After several years working abroad, Mateo says he has come to appreciate certain aspects of Switzerland differently. Growing up there, it was easy to take certain things for granted: reliable infrastructure, functioning institutions and public services that people can depend on. 

It was only after working across developing economies that he realised how exceptional those conditions are. In places where access to electricity, financing or basic services cannot be assumed, the consequences of policy and investment decisions are often immediate and visible. 

"In Switzerland, things generally work," he says. "Because they work, you don't always see everything that goes into making them work."  

That perspective has stayed with him throughout his career. Behind every functioning system are years of investment, coordination and institution-building. Much of that work goes unnoticed when it succeeds, becoming visible only when it is absent. 

What He Would Tell His Younger Self 
 
Mateo is candid about what shaped him most: not the roles that looked most comfortable or predictable, but the ones that felt closest to what genuinely interested him, even when they came with uncertainty. 

"There is no single path," he says. "Every experience counts, including the indirect ones. The connections often become clear only in retrospect." 
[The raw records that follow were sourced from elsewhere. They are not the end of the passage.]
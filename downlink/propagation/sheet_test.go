package propagation

import (
	"encoding/csv"
	"math"
	"os"
	"path/filepath"
	"strconv"
	"testing"
)

// sheet is a file of published figures below testdata, whose SOURCES.md says where
// they come from.
type sheet struct {
	t    *testing.T
	name string
	head map[string]int
	rows [][]string
}

func openSheet(t *testing.T, name string) *sheet {
	t.Helper()
	f, err := os.Open(filepath.Join("testdata", name))
	if err != nil {
		t.Fatal(err)
	}
	defer func() { _ = f.Close() }()
	records, err := csv.NewReader(f).ReadAll()
	if err != nil {
		t.Fatal(err)
	}
	return newSheet(t, name, records)
}

func newSheet(t *testing.T, name string, records [][]string) *sheet {
	s := &sheet{t: t, name: name, head: map[string]int{}, rows: records[1:]}
	for i, h := range records[0] {
		s.head[h] = i
	}
	return s
}

// sheetRow is a row with its line number in the file.
type sheetRow struct {
	s     *sheet
	line  int
	cells []string
}

func (s *sheet) each(do func(r sheetRow)) {
	s.t.Helper()
	if len(s.rows) == 0 {
		s.t.Fatalf("%s: no rows", s.name)
	}
	for i, cells := range s.rows {
		do(sheetRow{s, i + 2, cells})
	}
}

func (r sheetRow) text(column string) string {
	r.s.t.Helper()
	i, ok := r.s.head[column]
	if !ok {
		r.s.t.Fatalf("%s: no column %s", r.s.name, column)
	}
	return r.cells[i]
}

func (r sheetRow) number(column string) float64 {
	r.s.t.Helper()
	v, err := strconv.ParseFloat(r.text(column), 64)
	if err != nil {
		r.s.t.Fatalf("%s: line %d: %s: %v", r.s.name, r.line, column, err)
	}
	return v
}

// worst keeps the largest differences of a sheet and fails on those that exceed both
// tolerances: relative to the published figure, and absolute for figures so small
// that their printed digits end first.
type worst struct {
	rel, abs       float64
	maxRel, maxAbs float64
}

func (w *worst) check(r sheetRow, what string, got, want float64) {
	r.s.t.Helper()
	d := math.Abs(got - want)
	rel := d / math.Abs(want)
	if want == 0 {
		rel = 0
	}
	w.maxAbs = math.Max(w.maxAbs, d)
	if d > w.abs { // below the last printed digit a relative difference says nothing
		w.maxRel = math.Max(w.maxRel, rel)
	}
	if !(d <= w.abs || rel <= w.rel) {
		r.s.t.Errorf("%s: line %d: %s: got %.12g, want %.12g, difference %.3g, relative %.3g over %g",
			r.s.name, r.line, what, got, want, d, rel, w.rel)
	}
}

func (w *worst) report(t *testing.T, name string) {
	t.Helper()
	t.Logf("%s: worst difference %.2g, relative %.2g", name, w.maxAbs, w.maxRel)
}
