describe("what is wrong is all said at once, with its place and what to do", () => {
  test("an empty description", async () => {
    expect(await problemsOf(readCooldown(folder.text("cooldown.yaml", "")))).toEqual([
      expect.stringMatching(
        /cooldown\.yaml:1:1: the file is empty; expected a map with sample, cooldown, scan and series/,
      ),
    ]);
  });

  test("no such file", async () => {
    expect(await problemsOf(readCooldown(join(folder.path, "none.yaml")))).toEqual([
      expect.stringMatching(/none\.yaml: no such file \| give the path/),
    ]);
  });

  test("misspelt keys, wrong types, missing keys and missing files together", async () => {
    const file = folder.text(
      "cooldown.yaml",
      `sampel: KV-14
cooldown: 14
scan:
  pixel_size_nm: [10, -10]
tip:
  resolution: 30
light:
  photon_energy_meV: 100
  wavelength_um: 12.4
series:
  - branch: colling
    frames: a.csv
  - branch: warming
    frames: gone.csv
`,
    );
    const found = (await problemsOf(readCooldown(file))).map((p) => p.replaceAll(file, "F"));
    expect(found).toEqual([
      'F:1:1: no key "sampel"; did you mean "sample"? | the keys here are sample, cooldown, region, scan, tip, light, film, channels, thermometry, series, exclude',
      "F:2:11: cooldown is 14; expected the cooldown's own name, as text | write it in quotes if it is a number",
      "F:4:23: scan.pixel_size_nm[1] is -10; expected a number of nm above 0 | write for example `pixel_size_nm: [10, 10]`",
      'F:6:3: no key "resolution" in tip; did you mean "resolution_nm"? | the keys here are resolution_nm, resolution_sd_nm',
      "F:8:3: light with 2 of photon_energy_meV, wavenumber_per_cm and wavelength_um; expected one | keep the one that was measured",
      'F:11:13: series[0].branch is "colling"; expected cooling or warming | give the direction of temperature of this series',
      `gone.csv: no such file | check the name of the table, written at F:14:13`,
    ]);
  });

  test.each([
    [
      "a key given twice",
      "region: A\nregion: B\n",
      /cooldown\.yaml:6:1: Map keys must be unique \| keep one of the two/,
    ],
    ["YAML that is none", "region: [A\n", /cooldown\.yaml:\d+:\d+: .* \| mend the YAML/],
    [
      "aliases that swell",
      `a: &a [x, x, x, x, x, x, x, x, x, x]\nb: &b [*a, *a, *a, *a, *a, *a, *a, *a, *a, *a]
c: &c [*b, *b, *b, *b, *b, *b, *b, *b, *b, *b]\nd: &d [*c, *c, *c, *c, *c, *c, *c, *c, *c, *c]\ne: [*d, *d, *d]\n`,
      /Excessive alias count|write the values out/,
    ],
    [
      "two lights",
      "light: { wavelength_um: 12, photon_energy_meV: 100 }\n",
      /:5:\d+: light with 2 of .*; expected one \| keep/,
    ],
    ["no light in light", "light: {}\n", /light with none of/],
    ["volts without calibration", "channels: { topography: { unit: V } }\n", /in V without nm_per_unit/],
    ["calibration without volts", "channels: { topography: { nm_per_unit: 3 } }\n", /nm_per_unit beside the unit nm/],
    ["a tip known to nothing", "tip: { resolution_nm: 30, resolution_sd_nm: 30 }\n", /standard deviation of 30 nm on/],
    [
      "an unknown unit",
      "channels: { phase: { unit: grad } }\n",
      /channels\.phase\.unit is "grad"; expected rad or deg/,
    ],
    ["an empty block", "film:\n", /film is empty; expected a map with thickness_nm/],
  ])("%s", async (_, text, message) => {
    stacks();
    const found = await problemsOf(readCooldown(yaml(text + STACKS)));
    expect(found).toHaveLength(1);
    expect(found[0]).toMatch(message);
  });

  test("a tip wider than a quarter of the field's shorter side is most likely a slip of units, in every size of frame that can be used", async () => {
    for (const [name, pages] of [
      ["ct.tif", 3],
      ["ca.tif", 3],
      ["cp.tif", 3],
      ["wa.tif", 2],
    ] as const)
      folder.stack(name, pages, 20, 30);
    // 30 columns of 10 nm, 20 rows of 12 nm: the shorter side is 240 nm
    const tip = (nm: number): string => `tip: { resolution_nm: ${nm}, resolution_sd_nm: 1 }\n${STACKS}`;
    await expect(readCooldown(yaml(tip(60)))).resolves.toMatchObject({ tip: { resolutionNm: 60 } });
    for (const nm of [60.5, 100_000])
      expect(await problemsOf(readCooldown(yaml(tip(nm))))).toEqual([
        expect.stringMatching(
          new RegExp(
            `cooldown\\.yaml:\\d+:23: tip\\.resolution_nm is ${nm} nm in a field of 300 × 240 nm; expected at most a quarter of its shorter side, 60 nm \\| most likely a slip of units`,
          ),
        ),
      ]);
  });

  test.each([
    [
      "absolute zero",
      "[0, 170, 160]",
      /temperatures_K\[0\] is 0; expected a temperature in K above 0 and at most 1000/,
    ],
    ["degrees Celsius", "[-93, 170, 160]", /temperatures_K\[0\] is -93/],
    ["a furnace", "[1800, 170, 160]", /at most 1000/],
    ["words", "[warm, 170, 160]", /temperatures_K\[0\] is "warm"/],
    ["not a number", "[.nan, 170, 160]", /temperatures_K\[0\] is NaN/],
    [
      "fewer than pages",
      "[180, 170]",
      /^ca\.tif: 3 pages for 2 temperatures \| make temperatures_K .* one temperature a page/,
    ],
    ["more than pages", "[180, 170, 160, 150]", /^ca\.tif: 3 pages for 4 temperatures/],
  ])("temperatures: %s", async (_, list, message) => {
    folder.stack("ca.tif", 3);
    const series = `series:\n- branch: cooling\n  stacks: { amplitude: ca.tif }\n  temperatures_K: ${list}\n`;
    const found = await problemsOf(readCooldown(yaml(series)));
    expect(found).toHaveLength(1);
    expect(found[0]).toMatch(message);
  });

  test.each([
    ["neither", "- branch: cooling\n", /:6:3: a series with neither stacks nor frames/],
    ["both", "- branch: cooling\n  frames: f.csv\n  stacks: { amplitude: ca.tif }\n", /:7:3: a series with both/],
    ["no temperatures", "- branch: cooling\n  stacks: { amplitude: ca.tif }\n", /stacks without temperatures_K/],
    [
      "no amplitude",
      "- branch: cooling\n  stacks: { phase: ca.tif }\n  temperatures_K: [1, 2, 3]\n",
      /stacks\.amplitude is missing/,
    ],
    [
      "one page of a stack",
      "- branch: cooling\n  stacks: { amplitude: ca.tif#1 }\n  temperatures_K: [1]\n",
      /"ca\.tif#1" names one page/,
    ],
    [
      "two kinds of temperatures",
      "- branch: cooling\n  frames: f.csv\n  temperatures_K: [1]\n",
      /temperatures_K beside frames/,
    ],
  ])("series: %s", async (_, text, message) => {
    folder.stack("ca.tif", 3);
    folder.text("f.csv", "temperature_K,amplitude\n180,ca.tif#0\n");
    const found = await problemsOf(readCooldown(yaml(`series:\n${text}`)));
    expect(found).toHaveLength(1);
    expect(found[0]).toMatch(message);
  });

  test("images: missing, not an image, of another size, cut off; each named once", async () => {
    stacks();
    folder.text("ct.tif", "not an image");
    folder.stack("cp.tif", 3, 5, 5);
    const file = join(folder.path, "wa.tif");
    const whole = readFileSync(file);
    folder.text("wa.tif", "");
    expect(await problemsOf(readCooldown(yaml(STACKS)))).toEqual([
      'ct.tif: text that begins with "not an image", not a matrix of numbers; TIFF, .npy, HDF5 and text matrices are read | ' +
        "save it as 32-bit float TIFF or as .npy; begin lines above a matrix with #",
      "wa.tif: the file is empty | copy it again from where it was measured",
      "cp.tif#0: 5 × 5 pixels (and 2 pages more of this file); ca.tif#0 has 5 × 6 | " +
        "all images of a cooldown need one size (columns × rows): crop them alike, or leave this channel or frame out",
    ]);
    expect(whole.length).toBeGreaterThan(0);
  });

  test("a frame with one image of another size is told once, and not read", async () => {
    folder.stack("a.tif", 2);
    folder.stack("t.tif", 1);
    folder.stack("small.tif", 1, 4, 5);
    folder.text("f.csv", "temperature_K,topography,amplitude\n170,t.tif,a.tif#0\n165,small.tif,a.tif#1\n");
    const survey = await surveyCooldown(yaml("series:\n  - { branch: cooling, frames: f.csv }\n"));
    expect(survey.problems.map((p) => `${p.at}: ${p.problem}`)).toEqual(["small.tif: 5 × 4 pixels; a.tif#0 has 5 × 6"]);
    expect(survey.frames.map((f) => f.temperatureK)).toEqual([170]);
  });

  test("what is no number is not said to be in the wrong unit; of tabs the first is told", async () => {
    stacks();
    const found = await problemsOf(readCooldown(yaml(STACKS.replace("[180, 170", "[.nan.0, 1700"))));
    expect(found).toEqual([
      expect.stringMatching(/temperatures_K\[0\] is "\.nan\.0"; .* \| write a number, such as 165\.5/),
      expect.stringMatching(/temperatures_K\[1\] is 1700; .* \| give it in kelvin/),
    ]);
    const tabbed = "series:\n\t- branch: cooling\n\t  stacks:\n\t\tamplitude: ca.tif\n\t  temperatures_K: [1, 2]\n";
    expect(await problemsOf(readCooldown(yaml(tabbed)))).toEqual([
      expect.stringMatching(/cooldown\.yaml:6:1: a tab where the line is indented.* \| put blanks/),
    ]);
  });

  test("a table: each row's mistakes with line and column name", async () => {
    folder.stack("s.tif", 2);
    folder.text(
      "f.csv",
      "temperature_K,amplitude,started_at,ended_at,stage_x_nm,stage_y_nm\n" +
        "-5,s.tif#0,,,,\n" +
        "180,,yesterday,,1,\n" +
        "180,s.tif,,,,\n" +
        "180,s.tif#2,,,,\n" +
        "180,none.npy,2024-05-17T10:00:00Z,2024-05-17T09:00:00Z,,\n" +
        "180,s.tif#1,,,0x10,2\n" +
        "180,s.tif#1\n",
    );
    const found = await problemsOf(readCooldown(yaml("series:\n- { branch: cooling, frames: f.csv }\n")));
    expect(found).toEqual([
      'f.csv:2: temperature_K is "-5"; expected a temperature in K above 0 and at most 1000 | give it in kelvin (0 °C is 273.15 K)',
      "f.csv:3: stage_y_nm is empty; expected a number, as its partner has one | give both",
      'f.csv:3: started_at is "yesterday"; expected a time as ISO 8601 | write for example 2024-05-17T09:30:00+02:00',
      "f.csv:3: amplitude is empty; expected a file: every frame needs it | give the file, or drop the row",
      "f.csv:6: ended_at lies before started_at | mend the times",
      'f.csv:7: stage_x_nm is "0x10"; expected a number of nm | write a plain number, with a point for the decimals',
      "f.csv:8: 2 fields; the header has 6 | put names with a comma in quotes",
      'f.csv:4: amplitude is "s.tif", a stack of 2 pages | say which page: "s.tif#0" is the first',
      'f.csv:5: amplitude is "s.tif#2", but the file has 2 pages | pages count from 0',
    ]);
  });

  test.each([
    ["temperature,amplitude\n1,s.tif#0\n", /no column "temperature"; did you mean "temperature_K"\?/],
    [
      "temperature_K;amplitude\n1;s.tif#0\n",
      /f\.csv:1: the names of the columns are separated by semicolons; expected commas/,
    ],
    ["temperature_K\tamplitude\n1\ts.tif#0\n", /separated by tabs; expected commas \| save the table with commas/],
    ["temperature_K,amplitude,amplitude\n1,s.tif#0,s.tif#1\n", /column "amplitude" stands twice/],
    ["temperature_K,amplitude\n", /a header but no row/],
    ["", /the table is empty/],
    ['temperature_K,amplitude\n1,"s.tif#0\n', /Quote Not Closed.*mend the quotes/],
  ])("a table %j", async (text, message) => {
    folder.stack("s.tif", 2);
    folder.text("f.csv", text);
    const found = await problemsOf(readCooldown(yaml("series:\n- { branch: cooling, frames: f.csv }\n")));
    expect(found.join("\n")).toMatch(message);
  });
});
He encourages young professionals to remain curious across sectors and disciplines, while building genuine expertise in at least one area over time. "Interdisciplinarity," he adds, "is what creates real value in a field as complex as climate and development finance." 

 

Why This Matters for Swiss Professionals 

Development finance is, in many ways, a long game. Projects take years to structure, partnerships require sustained commitment, and credibility is built slowly, through consistency rather than visibility. It is not a field that rewards impatience. 

"Much of what we do is invisible," Mateo says. "We set the foundations on which others build.” 

His own career reflects how closely finance and development have become intertwined, particularly in areas like energy access and the energy transition, where technical solutions often depend as much on financing structures as on technology itself.  

For Swiss professionals considering a path at UNDP, he invites them to bring their expertise into development. They may find a common thread of their own.